In 2010, a corruption scandal rocked the city of Bell, California, as eight top city officials were arrested for what the Los Angeles Country District Attorney called “corruption on steroids.” The officials were charged with misappropriating funds from city government to the tune of $5.5 million, and garnering salaries as high $800,000, more than quadruple the California governor’s salary. In a series of trials that stretched on for more than three years, the mayor ultimately pled no contest to 69 felonies, and the trials of the various city officials have been riddled with allegations of voter fraud, extortion of local businesses, taking of illegal loans from the city, and manipulation of the pension system. Bell officials even used (and likely tampered with) a referendum to change the city’s legal structure to a chartered city which allowed them to raise their own salaries.

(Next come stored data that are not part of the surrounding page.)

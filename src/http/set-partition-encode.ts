import type { SetPartition } from '../core/set-partitions/set-partition.js';
import type { SampleEncoder } from './encode.js';

/**
 * How a set partition is written: as its restricted growth string (rgs: `[0,1,0,2]`, text
 * `0 1 0 2`) or as its blocks (`[[1,3],[2],[4]]`, text `1 3 | 2 | 4`; items 1..n, each block
 * increasing, blocks by smallest item).
 *
 * A sample holds n numbers, and at n = 10^6 writing them is most of a response's cost, so
 * large samples are written as ASCII bytes into one buffer and decoded once (AsciiText):
 * measured at n = 10^6 it is as fast as JSON.stringify of a plain array of the same numbers
 * (the output floor), where string concatenation and TypedArray.join are 5–10 times slower
 * (bench: set partitions). Small samples are joined as strings.
 */

/** Below this many items a sample is written by plain string concatenation. */
const SMALL = 256;

/** Decimal digits of v >= 0. */
function digitsOf(v: number): number {
  let d = 1;
  for (let p = 10; p <= v; p *= 10) d++;
  return d;
}

/** ASCII text built as bytes: numbers written digit by digit, decoded to a string once. */
class AsciiText {
  private readonly bytes: Uint8Array;
  private at = 0;

  constructor(capacity: number) {
    this.bytes = new Uint8Array(capacity);
  }

  byte(code: number): void {
    this.bytes[this.at++] = code;
  }

  /** A whole number 0 <= v < 2^31. */
  number(v: number): void {
    const bytes = this.bytes;
    if (v < 10) {
      bytes[this.at++] = 48 + v;
      return;
    }
    const end = (this.at += digitsOf(v));
    for (let i = end - 1; v > 0; i--) {
      const q = (v / 10) | 0;
      bytes[i] = 48 + v - q * 10;
      v = q;
    }
  }

  toString(): string {
    return DECODER.decode(this.bytes.subarray(0, this.at));
  }
}

const DECODER = new TextDecoder();
const COMMA = 44;
const SPACE = 32;
const OPEN = 91;
const CLOSE = 93;
const BAR = 124;

function rgsText(p: SetPartition, separator: number, open: boolean): string {
  const { rgs } = p;
  const n = rgs.length;
  if (n < SMALL) {
    const sep = String.fromCharCode(separator);
    let text = open ? '[' : '';
    for (let i = 0; i < n; i++) text += i === 0 ? `${rgs[i]}` : `${sep}${rgs[i]}`;
    return open ? `${text}]` : text;
  }
  const out = new AsciiText(n * (digitsOf(p.blocks) + 1) + 2);
  if (open) out.byte(OPEN);
  for (let i = 0; i < n; i++) {
    if (i > 0) out.byte(separator);
    out.number(rgs[i]);
  }
  if (open) out.byte(CLOSE);
  return out.toString();
}

/** The items of each block, block after block (a counting sort by block): items and where each block starts. */
function itemsByBlock(p: SetPartition): { items: Int32Array; starts: Int32Array } {
  const { rgs, blocks } = p;
  const starts = new Int32Array(blocks + 1);
  for (let i = 0; i < rgs.length; i++) starts[rgs[i] + 1]++;
  for (let b = 0; b < blocks; b++) starts[b + 1] += starts[b];
  const fill = starts.slice(0, blocks);
  const items = new Int32Array(rgs.length);
  for (let i = 0; i < rgs.length; i++) items[fill[rgs[i]]++] = i + 1;
  return { items, starts };
}

function blocksJson(p: SetPartition): string {
  const { items, starts } = itemsByBlock(p);
  const n = items.length;
  if (n < SMALL) {
    let text = '[';
    for (let b = 0; b < p.blocks; b++) {
      text += b === 0 ? '[' : ',[';
      for (let i = starts[b]; i < starts[b + 1]; i++) text += i === starts[b] ? `${items[i]}` : `,${items[i]}`;
      text += ']';
    }
    return `${text}]`;
  }
  const out = new AsciiText(n * (digitsOf(n) + 1) + 3 * p.blocks + 2);
  out.byte(OPEN);
  for (let b = 0; b < p.blocks; b++) {
    if (b > 0) out.byte(COMMA);
    out.byte(OPEN);
    for (let i = starts[b]; i < starts[b + 1]; i++) {
      if (i > starts[b]) out.byte(COMMA);
      out.number(items[i]);
    }
    out.byte(CLOSE);
  }
  out.byte(CLOSE);
  return out.toString();
}

function blocksLine(p: SetPartition): string {
  const { items, starts } = itemsByBlock(p);
  const out = new AsciiText(items.length * (digitsOf(items.length) + 1) + 3 * p.blocks + 1);
  for (let b = 0; b < p.blocks; b++) {
    if (b > 0) {
      out.byte(SPACE);
      out.byte(BAR);
      out.byte(SPACE);
    }
    for (let i = starts[b]; i < starts[b + 1]; i++) {
      if (i > starts[b]) out.byte(SPACE);
      out.number(items[i]);
    }
  }
  return out.toString();
}

export const setPartitionAsBlocks: SampleEncoder<SetPartition> = {
  field: 'blocks',
  json: blocksJson,
  text: blocksLine,
};

export const setPartitionAsRgs: SampleEncoder<SetPartition> = {
  field: 'rgs',
  json: (p) => rgsText(p, COMMA, true),
  text: (p) => rgsText(p, SPACE, false),
};
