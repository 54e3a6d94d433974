import { Hono } from 'hono';
import { PartsmithError } from '../client/errors.js';
import { LimitExceededError } from '../core/errors.js';
import { familyProblem, limitDetail } from '../library/problems.js';
import { requestContext, type Clock } from './deadline.js';
import { hardening, otherMethods, oversizedUrlProblem } from './middleware/index.js';
import type { AppContext, Endpoint } from './endpoint.js';
import { DEFAULT_LIMITS, type Limits } from './limits.js';
import { ProblemError, problemResponse } from './problem.js';
import { QueryReader } from './query.js';
import { LruCache } from './lru-cache.js';
import { compositionsCountEndpoint, compositionsEndpoint } from './routes/compositions.js';
import { healthEndpoint, openApiEndpoint } from './routes/meta.js';
import { partitionsCountEndpoint, partitionsEndpoint } from './routes/partitions.js';
import { checkEndpoint } from './routes/check.js';
import { compositionCheckEndpoint } from './routes/composition-check.js';
import { diagramEndpoint } from './routes/diagram.js';
import { PAGE_PATHS, registerPage } from './routes/page.js';
import { setPartitionsCountEndpoint, setPartitionsEndpoint } from './routes/set-partitions.js';
import { rankEndpoints } from './routes/ranks.js';
import { RankerCache } from './ranking.js';

export interface AppOptions {
  readonly limits?: Partial<Limits>;
  /** Seed for requests that give none; defaults to 16 random characters from Web Crypto. */
  readonly drawSeed?: () => string;
  /** Monotonic milliseconds for request deadlines; defaults to performance.now. */
  readonly clock?: Clock;
  /**
   * Monotonic milliseconds by which a streamed body decides when to give the event loop a turn
   * (see yield-budget.ts); defaults to performance.now. Separate from `clock`: tests drive it
   * to make every chunk end a turn, without moving any deadline.
   */
  readonly turnClock?: Clock;
  /** Where unexpected errors (answered with 500) are reported; defaults to console.error. */
  readonly logError?: (error: unknown, request: Request) => void;
}

const SEED_ALPHABET = 'ABCDEFGHIJKLMNOPQRSTUVWXYZabcdefghijklmnopqrstuvwxyz0123456789';

/** 16 characters from a 62-letter alphabet (~95 bits); the modulo bias of 256 % 62 is irrelevant here. */
export function drawRandomSeed(): string {
  const bytes = crypto.getRandomValues(new Uint8Array(16));
  return [...bytes].map((b) => SEED_ALPHABET[b % SEED_ALPHABET.length]).join('');
}

/**
 * The partsmith HTTP app: Request -> Response, nothing runtime-specific, no state between
 * requests (only per-isolate memo tables). Node, the Workers runtime and tests all run this.
 */
export function createApp(options: AppOptions = {}): Hono {
  const context: AppContext = {
    limits: { ...DEFAULT_LIMITS, ...options.limits },
    drawSeed: options.drawSeed ?? drawRandomSeed,
    partitionFamilies: new LruCache(64),
    compositionFamilies: new LruCache(64),
    setPartitionFamilies: new LruCache(64),
    rankers: new RankerCache(),
  };
  const endpoints: Endpoint[] = [];
  endpoints.push(
    partitionsEndpoint as unknown as Endpoint,
    partitionsCountEndpoint as unknown as Endpoint,
    diagramEndpoint as unknown as Endpoint,
    checkEndpoint as unknown as Endpoint,
    compositionsEndpoint as unknown as Endpoint,
    compositionsCountEndpoint as unknown as Endpoint,
    compositionCheckEndpoint as unknown as Endpoint,
    setPartitionsEndpoint as unknown as Endpoint,
    setPartitionsCountEndpoint as unknown as Endpoint,
    ...rankEndpoints,
    healthEndpoint as unknown as Endpoint,
    openApiEndpoint(() => endpoints) as unknown as Endpoint,
  );

  const clocks = { clock: options.clock ?? (() => performance.now()), turnClock: options.turnClock };

  const app = new Hono();
  const harden = hardening();
  for (const endpoint of endpoints) {
    const other = otherMethods(endpoint.path);
    const queries = new QueryReader(endpoint.query);
    // One handler per path for every method, so Hono calls it directly (see Hardening.route).
    app.all(
      endpoint.path,
      harden.route((c) => {
        const method = c.req.method;
        if (method !== 'GET' && method !== 'HEAD') return other(c, async () => {}) as Response;
        const { query, memo } = queries.read(c.req.url);
        let response: Response | Promise<Response>;
        try {
          response = endpoint.handle(c.req.raw, query, requestContext(context, c.req.raw, clocks), memo);
        } catch (error) {
          throw familyError(error, query);
        }
        return response instanceof Promise ? response.catch((error: unknown) => Promise.reject(familyError(error, query))) : response;
      }),
    );
  }
  for (const path of PAGE_PATHS) app.use(path, harden.middleware());
  registerPage(app, context);
  // Unmatched paths pass no middleware: the URL limits are checked here (a problem response is complete).
  app.notFound((c) => problemResponse(oversizedUrlProblem(c.req.url) ?? new ProblemError(404, `There is nothing at ${new URL(c.req.url).pathname}. See /openapi.json for the endpoints.`)));
  const logError = options.logError ?? ((error: unknown, request: Request) => console.error(`500 for ${request.url}:`, error));
  app.onError((error, c) => {
    const problem = toProblem(error);
    if (problem.status >= 500 && !(error instanceof ProblemError)) logError(error, c.req.raw);
    return problemResponse(problem);
  });
  return app;
}

/** Parameters that define a family (as opposed to how many samples and in which form). */
const FAMILY_PARAMS = ['n', 'parts', 'rgs', 'distinct', 'minPart', 'maxPart', 'length', 'maxLength', 'allowed', 'blocks', 'maxBlocks', 'minBlockSize', 'maxBlockSize'] as const;

/**
 * An error the library or the core raised for the request's family, as the library reports it
 * (see familyProblem): a limit, or an empty family naming the family's parameters.
 */
function familyError(error: unknown, query: Record<string, unknown>): unknown {
  if (error instanceof PartsmithError) return new ProblemError(error.status, error.detail, error.errors);
  const problem = familyProblem(error, FAMILY_PARAMS.filter((param) => query[param] !== undefined));
  return problem ? new ProblemError(problem.status, problem.detail, problem.errors) : error;
}

/** Maps anything thrown while handling a request to a problem; internals never leak into the body. */
export function toProblem(error: unknown): ProblemError {
  if (error instanceof ProblemError) return error;
  if (error instanceof PartsmithError) return new ProblemError(error.status, error.detail, error.errors);
  if (error instanceof LimitExceededError) return new ProblemError(422, limitDetail(error));
  // The core raises RangeErrors (EmptyFamilyError and LimitExceededError among them) for
  // requests that are well-formed but cannot be served; their messages are written for users.
  if (error instanceof RangeError) return new ProblemError(422, error.message);
  return new ProblemError(500, 'The service failed to answer this request. Please report the URL.');
}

The United States generally experiences very low levels of corruption convictions, around 1,000 per year across the nation. One might expect that some level of state, federal, or citizen oversight would have prevented the Bell incident. Yet this massive scandal was only uncovered due to quality investigative journalism by the Los Angeles Times, and only after five full years of consistent wrongdoing by city officials. How did this happen, and how can similar misconduct be prevented in the future?
Transparency and accountability are key deterrents of corruption, and Bell was lacking in both. California has very limited monitoring of its cities – the State Controller office requires compliance with federal audit rules for federal awards, as well as audits for state programs, but does not regularly audit small city governments. Regular and comprehensive audits might seem like the most straightforward way to combat the sort of corruption we saw in Bell, but such regular auditing is difficult due to capacity limitations. Nonetheless, there are other, less costly measures that states could take. A set of reasonable policies could have been used to detect wrongdoing in Bell as it started, and could also avoid similar scandals going forward: better data transparency, automated data monitoring, and improved electoral oversight.
- Better Data Transparency. Throughout the US, municipal data is difficult to collect, with no centralized clearinghouse for municipal records. California is exceptional in its data collection, providing access to city financial data through the State Controller’s Office, and salary data through Transparent California. Yet even in California, where this data is more centralized, the data are often hard to find or missing. And in most states, city government data are only available through hard-to-navigate municipal websites, if at all. When posted, these data are often in PDF or other non-machine-readable formats, making widespread analysis costly if not impossible. Transparency is not accomplished by posting PDFs in hard-to-find places. The process of uncovering municipal corruption in America begins with greater federal and state transparency efforts to make all public expenditures at all levels easy to find and analyze.
- Automated monitoring of data. The proliferation of city government data means that, even when the data are available, it is often too costly to monitor effectively. The highly inflated salaries received by the Bell city officials were reported to the State of California pension system, yet there were no red flags through this channel. Similarly, the high municipal property taxes, sewage collection fees, and municipal bonds that funded the corruption scandal were subject to little or no oversight. A scroll through the California salary data shows a number of unusual officials who earn total compensation north of $300,000 per year. In many cases this may not be due to corruption, but how are we to know, when the salaries are often set by city governments themselves? States could implement very simple checks on the distributions of these data, flagging a small set of outliers for manual inspection, such as when large annual changes occur, or multiple individuals with the same job title in nearby localities receive vastly different pay.
- Improved Electoral Oversight. Despite the great attention paid by the Trump administration to unfounded claims of voter fraud, it appears to be a rare phenomenon at the federal level. Secretaries of State oversee federal and state elections, leading to extensive monitoring of the electoral process and a greater ability to detect and punish election crimes. This is not true at the municipal level. In California, the Secretary of State does not collect or certify city elections; instead, 58 separate county offices are responsible for this task. In Bell, officials used absentee ballots to manipulate local elections, securing their power and ability to profit from city resources. The relationship between electoral manipulation and corruption is well explored, but the extent to which absentee ballots contribute to electoral fraud at the municipal level is not. Other cases of municipal corruption, such as the West Memphis, Arkansas vote buying scandal and the Federal Bribery conviction of the mayor of Cudahy, California, relied on absentee ballot manipulation as well. In many states, municipal elections are overseen by the very officials running in those elections, providing a strong incentive to tamper with elections in the low cost, hard-to-detect way of falsifying absentee ballots. Since electoral manipulation is a hallmark of corruption, greater availability of electoral data, particularly the level of absentee ballot usage, could be useful in detection.
We don’t know how widespread municipal corruption is in the United States. There is incredibly limited access to municipal data on salaries, pension, procurement, elections, and more. Municipal elected officials face limited oversight from state governments, particularly in elections, in which they have a strong incentive and capacity to manipulate. The case of Bell, California shows how egregious this corruption can be, and how long it can persist without detection. State and local governments should undertake these transparency and monitoring measures in the interests of public integrity.